October 19, 2012

The Other Side


Every year around this time of the year, Bengalis around the world start celebrating Durga Puja and Calcuttans irrespective of where they are try to come back home or lament the fact they are somewhere else and start finding where the nearest Pujo is taking place.

Last year, I still remember a friend was all alone in Colombo and her mom called me up to check if there was any Durga Puja in Sri Lanka. For a Calcuttan, whatever their race is, nothing matters more. It’s more a social function, not a religious one.

The US like everything else, celebrates Pujo at its own convenience. It typically is at the nearest weekend so that everyone can be a part of it.

But Calcutta goes crazy and every Calcuttan on Facebook digs up an old post by Vir Sanghvi and becomes eloquent about the city with the Big Heart which faces all these troubles with a smile and carries on.

I was a part of that brigade, loving everything about the city, its madness, its frenzy, its throbbing life, the sea of humanity, the traffic that never moves... everything.

This year has been different. Brought into Calcutta by an unexpected twist of fate, I see how we as a nation love to forget our challenges of existence in these few days and wish our troubles away.
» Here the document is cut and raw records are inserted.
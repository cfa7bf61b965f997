/**
 * SPICE export: the deck's cards follow SPICE deck syntax (Level 1 model card,
 * MOSFET instance d g s b model W= L=, sources, .op, .end), and a whole
 * exported deck runs as-is in ngspice (Debian ngspice, batch mode) and gives
 * the drain voltage this library computes. Device values are invented.
 */
import { execFileSync } from "node:child_process";
import { mkdtempSync, rmSync, writeFileSync } from "node:fs";
import { tmpdir } from "node:os";
import { join } from "node:path";
import { describe, expect, it } from "vitest";
import { analyzeStage, spiceDeck, stageCircuit } from "../lib/bias/analyze.js";
import type { Stage } from "../lib/bias/topology.js";
import type { DeviceCard } from "../lib/device/card.js";

const card = (polarity: "nmos" | "pmos"): DeviceCard =>
  ({ name: `demo-${polarity}`, polarity, kp: 120e-6, vt0: polarity === "nmos" ? 0.55 : -0.55, lambda: 0.03, gamma: 0.5, phi: 0.75 }) as DeviceCard;
const stage = (topology: string, polarity: "nmos" | "pmos", components: Record<string, number>, body: "source" | "rail" = "rail"): Stage => ({
  topology,
  name: `${topology} demo`,
  device: { card: card(polarity), w: 24e-6 as Stage["device"]["w"], l: 1.5e-6 as Stage["device"]["l"] },
  components,
  supplies: { vdd: 5, vss: -2 } as Stage["supplies"],
  body,
});
const cases: Stage[] = [
  stage("fixed-gate", "nmos", { vg: 1.2, rd: 5e3, rs: 500 }),
  stage("four-resistor", "pmos", { rg1: 100e3, rg2: 220e3, rd: 3.3e3, rs: 680 }),
  stage("drain-feedback", "nmos", { rf: 1e6, rd: 10e3 }, "source"),
  stage("source-follower", "pmos", { rg1: 470e3, rg2: 470e3, rs: 4.7e3, rd: 1e3 }),
  stage("current-source-bias", "nmos", { vg: 0, iss: 200e-6, rd: 8.2e3 }),
];

describe("SPICE deck export", () => {
  it("writes a Level 1 model card with every card parameter and the instance with W and L", () => {
    const deck = spiceDeck(cases[1]!);
    expect(deck).toMatch(/^\.model mod pmos level=1 vto=-0\.55 kp=0\.00012 lambda=0\.03 gamma=0\.5 phi=0\.75$/m);
    expect(deck).toMatch(/^M1 d g s vdd mod W=0\.000024 L=0\.0000015$/m);
    expect(deck).toMatch(/^RG1 g vdd 100000$/m);
    expect(deck).toMatch(/^RS s vdd 680$/m); // PMOS: the source resistor returns to the upper rail
    expect(deck).toMatch(/^\.op$/m);
    expect(deck.trimEnd().endsWith(".end")).toBe(true);
  });
  it("uses an ideal current source of the right direction and a 0 V ammeter in the drain lead", () => {
    const c = stageCircuit(cases[4]!, "t_");
    expect(c.lines).toContain("It_SS t_s t_vss 0.0002");
    expect(c.lines).toContain("Vt_ID t_x t_d 0");
    expect(c.drainAmmeter).toBe("Vt_ID");
  });
  it("prefixes every node and element so several stages can share one deck", () => {
    const c = stageCircuit(cases[0]!, "q7_");
    for (const line of c.lines.filter((l) => !l.startsWith(".model"))) {
      const [name, ...nodes] = line.split(" ");
      expect(name).toMatch(/^[A-Z]q7_/);
      for (const n of nodes.slice(0, 2)) expect(n === "0" || n.startsWith("q7_")).toBe(true);
    }
  });
  for (const st of cases)
    it(`a complete ${st.topology} ${st.device.card.polarity} deck runs unchanged in ngspice and agrees on VD (ngspice Level 1)`, () => {
      const dir = mkdtempSync(join(tmpdir(), "pinchoff-deck-"));
      try {
        const file = join(dir, "stage.cir");
        writeFileSync(file, spiceDeck(st));
        let out: string;
        try {
          out = execFileSync("ngspice", ["-b", file], { encoding: "utf8", stdio: ["ignore", "pipe", "pipe"] });
        } catch (e) {
          out = String((e as { stdout?: string }).stdout ?? "");
        }
        // The batch .op listing prints "node  value" rows.
        const m = /^\s*d\s+([-+0-9.eE]+)\s*$/m.exec(out);
        expect(m, out.slice(0, 2000)).not.toBeNull();
        const vd = Number(m![1]);
        const drain = analyzeStage(st).nodes.drain;
        expect(drain).toBeDefined();
        expect(Math.abs(vd - drain!)).toBeLessThanOrEqual(1e-5 * Math.max(1, Math.abs(vd)));
      } finally {
        rmSync(dir, { recursive: true, force: true });
      }
    });
});
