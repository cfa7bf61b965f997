import { describe, expect, it } from "vitest";
import { device, drainCurrent, operatingPoint, Derivation, type DeviceCard, amperesPerVoltSquared, volts, meters, perVolt } from "../lib/index.js";

// Invented card for unit tests (not a real process).
const card: DeviceCard = { name: "test-n", polarity: "nmos", kp: amperesPerVoltSquared(200e-6), vt0: volts(0.5), lambda: perVolt(0.05) };
const m = device(card, meters(10e-6), meters(1e-6));

describe("drain current", () => {
  it("is ½·k·VOV² at the triode/saturation edge and continuous there (common practice)", () => {
    const k = 200e-6 * 10;
    const vov = 0.3;
    const edge = drainCurrent(m, 0.8, vov);
    expect(edge).toBeCloseTo(0.5 * k * vov * vov * (1 + 0.05 * vov), 15);
    const below = drainCurrent(m, 0.8, vov - 1e-9);
    expect(Math.abs(edge - below) / edge).toBeLessThan(1e-7);
  });
  it("agrees between the hot path and the recorded operating point", () => {
    const rec = new Derivation("t");
    const op = operatingPoint(m, { vgs: volts(1.1), vds: volts(0.2) }, {}, rec);
    expect(op.region).toBe("triode");
    expect(op.id).toBe(drainCurrent(m, 1.1, 0.2));
    const current = rec.steps.find((s) => s.kind === "formula" && s.formula === "triodeCurrentClm");
    expect(current?.kind === "formula" && current.result.value).toBe(op.id);
  });
});

describe("drain current at the triode/saturation edge (common practice)", () => {
  const noClm = device({ ...card, lambda: perVolt(0) }, meters(10e-6), meters(1e-6));
  it("equals ½·k·VOV² at VDS = VOV with λ = 0, from both sides", () => {
    for (const vov of [0.05, 0.2, 0.7, 2]) {
      const vgs = 0.5 + vov;
      const half = 0.5 * 2e-3 * vov * vov;
      expect(drainCurrent(noClm, vgs, vov)).toBeCloseTo(half, 15);
      expect(Math.abs(drainCurrent(noClm, vgs, vov * (1 - 1e-9)) - half) / half).toBeLessThan(1e-8);
    }
  });
  it("is continuous there with λ ≠ 0 in the SPICE form, and jumps by λ·VDS in the textbook form", () => {
    const vov = 0.4;
    const at = drainCurrent(m, 0.9, vov, 0, "saturation-only");
    const below = drainCurrent(m, 0.9, vov * (1 - 1e-12), 0, "saturation-only");
    expect((at - below) / below).toBeCloseTo(0.05 * vov, 6);
    const cAt = drainCurrent(m, 0.9, vov);
    const cBelow = drainCurrent(m, 0.9, vov * (1 - 1e-12));
    expect(Math.abs(cAt - cBelow) / cAt).toBeLessThan(1e-9);
  });
  it("agrees with operatingPoint in both CLM modes in triode", () => {
    for (const clm of ["continuous", "saturation-only"] as const) {
      const op = operatingPoint(m, { vgs: volts(1.2), vds: volts(0.3) }, { clm });
      expect(op.id).toBe(drainCurrent(m, 1.2, 0.3, 0, clm));
    }
  });
});

describe("operatingPoint bad input", () => {
  it("names NaN terminal voltages", () => {
    expect(() => operatingPoint(m, { vgs: volts(NaN), vds: volts(1) })).toThrow(/bias\.vgs.*got NaN/);
    expect(() => operatingPoint(m, { vgs: volts(1), vds: volts(Infinity) })).toThrow(/bias\.vds/);
    expect(() => operatingPoint(m, { vgs: volts(1), vds: volts(1), vsb: volts(NaN) })).toThrow(/bias\.vsb/);
  });
});

describe("operating point as data", () => {
  it("explains its region on read and keeps the explanation in its JSON form", () => {
    const op = operatingPoint(m, { vgs: volts(1.1), vds: volts(2) });
    expect(op.reason).toMatch(/^VGS − Vt = 0\.6 V > 0 and VDS = 2 V ≥ VOV: .*saturation \(margin VDS − VOV = 1\.4 V\)\.$/);
    const json = JSON.parse(JSON.stringify(op));
    expect(json.reason).toBe(op.reason);
    expect(json.region).toBe("saturation");
    expect(json.id).toBe(op.id);
  });
});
I see an administration that stays up late at night to ensure traffic moves to another arm of the same administration allowing hoardings going up everywhere to cover the face of the city and not even collecting the fees from them in the “spirit of the Pujo”

I see millions being spent on lighting up a city, creating temporary structures to house the deities while a fraction of that could have been used to make the approach roads to their nearest hospitals better.

I see a city where the available roads (which are inadequate already) being split in half so that the sea of humanity that descends on the city from all parts of Bengal can walk across the city. The hawkers own the pavements; the pedestrians follow the line to the next Pujo Pandal walking on these main roads and traffic refuses to move.

A year back I was a romantic and always viewed this as a triumph of the human spirit against odds. I thought, like all glorified Calcuttans, Pujos were an ode to the undying spirit of Calcutta.

Once I used to find the fact that we as a nation forget our pains on celluloid quite amusing and a testament to the fact that we know how to separate our lives from its daily soot, dirt and grime. I used to admire the fact that an absolutely random road works sign on an over painted piece of broken tin is always bound to be poetic. There might not be a shade over the bus stops but someone has written down couplets all over the place. I found it a triumph of poetry over squalor. A win of my city over everything that life was throwing at us.

Today I know better.

I find it a grotesque affair that an entire city comes to a standstill and no one complains about emergency services getting affected. I don’t know if this is the same case in the west during Christmas.

I am saddened by the fact that before roads get repaired, signs get re painted with the colours preferred by the new establishment.

I shudder at the quality of the air, the lack of greenery, the loss of water bodies and the never ending honking of the horns.
 
I find it repulsive that an entire nation rather than improving the medical services, shows on celluloid how when medical intervention fails, one of our 3.33 Billion gods and goddesses will come to the rescue.

I come from a culture which have idolized the Mother Goddess since eternity and who starting today will forget all their problems from the next 5 days. And yet I question how they cannot strive to change their own fate. Imagine what could have been done if we used even 30% of our budget for the Pujas to change the social infrastructure of our localities without waiting for the government!!!

Imagine!

Shubho Maha Panchami.

Postscript – From the memoirs from Utpal Dutta... “All this began with Pather Panchali, which the highest executive of the Government of India saw in Calcutta and went red in the face. Fuming, he asked Mr Ray whether showing such poverty on celluloid would not bring India to disrepute in the eyes of the world. A typically Indian question: appearance is all the Indian rulers believe in. Mr Ray’s answer put the executive down immediately: if it is not disreputable for you to tolerate such poverty, why should it be disreputable of me to show it?

2 comments:

Raghu said...

How true, Madhurjya da! We are stuck with a feudal mind-set that puts piety and mob culture over civic issues, no different from the dozens of other peoples from the developing world.

Guess the real good thing about the occasion is the harmony that it brings in a plural society like ours, when people come together irrespective of the community they are from. Not to mention the sweets, that is :)

Shubho Bijoya, Madhurjya da!

Yogesh said...

The maid told us today how she went around pandal-hopping from 6-30 eve to 3-30 in the night. She told us that she feasted on veg momos and other stuff which she normally doesn't think about eating. Pujo te na khele kobe khabo, is what she had to say. And you could make out that she was delighted after all this, not caring that she couldn't sleep whole night, but happy to return to her daily chores after this little bit of amusement, a break from daily monotony.

So, there is something right about Pujas, no? or any other festival for that matter?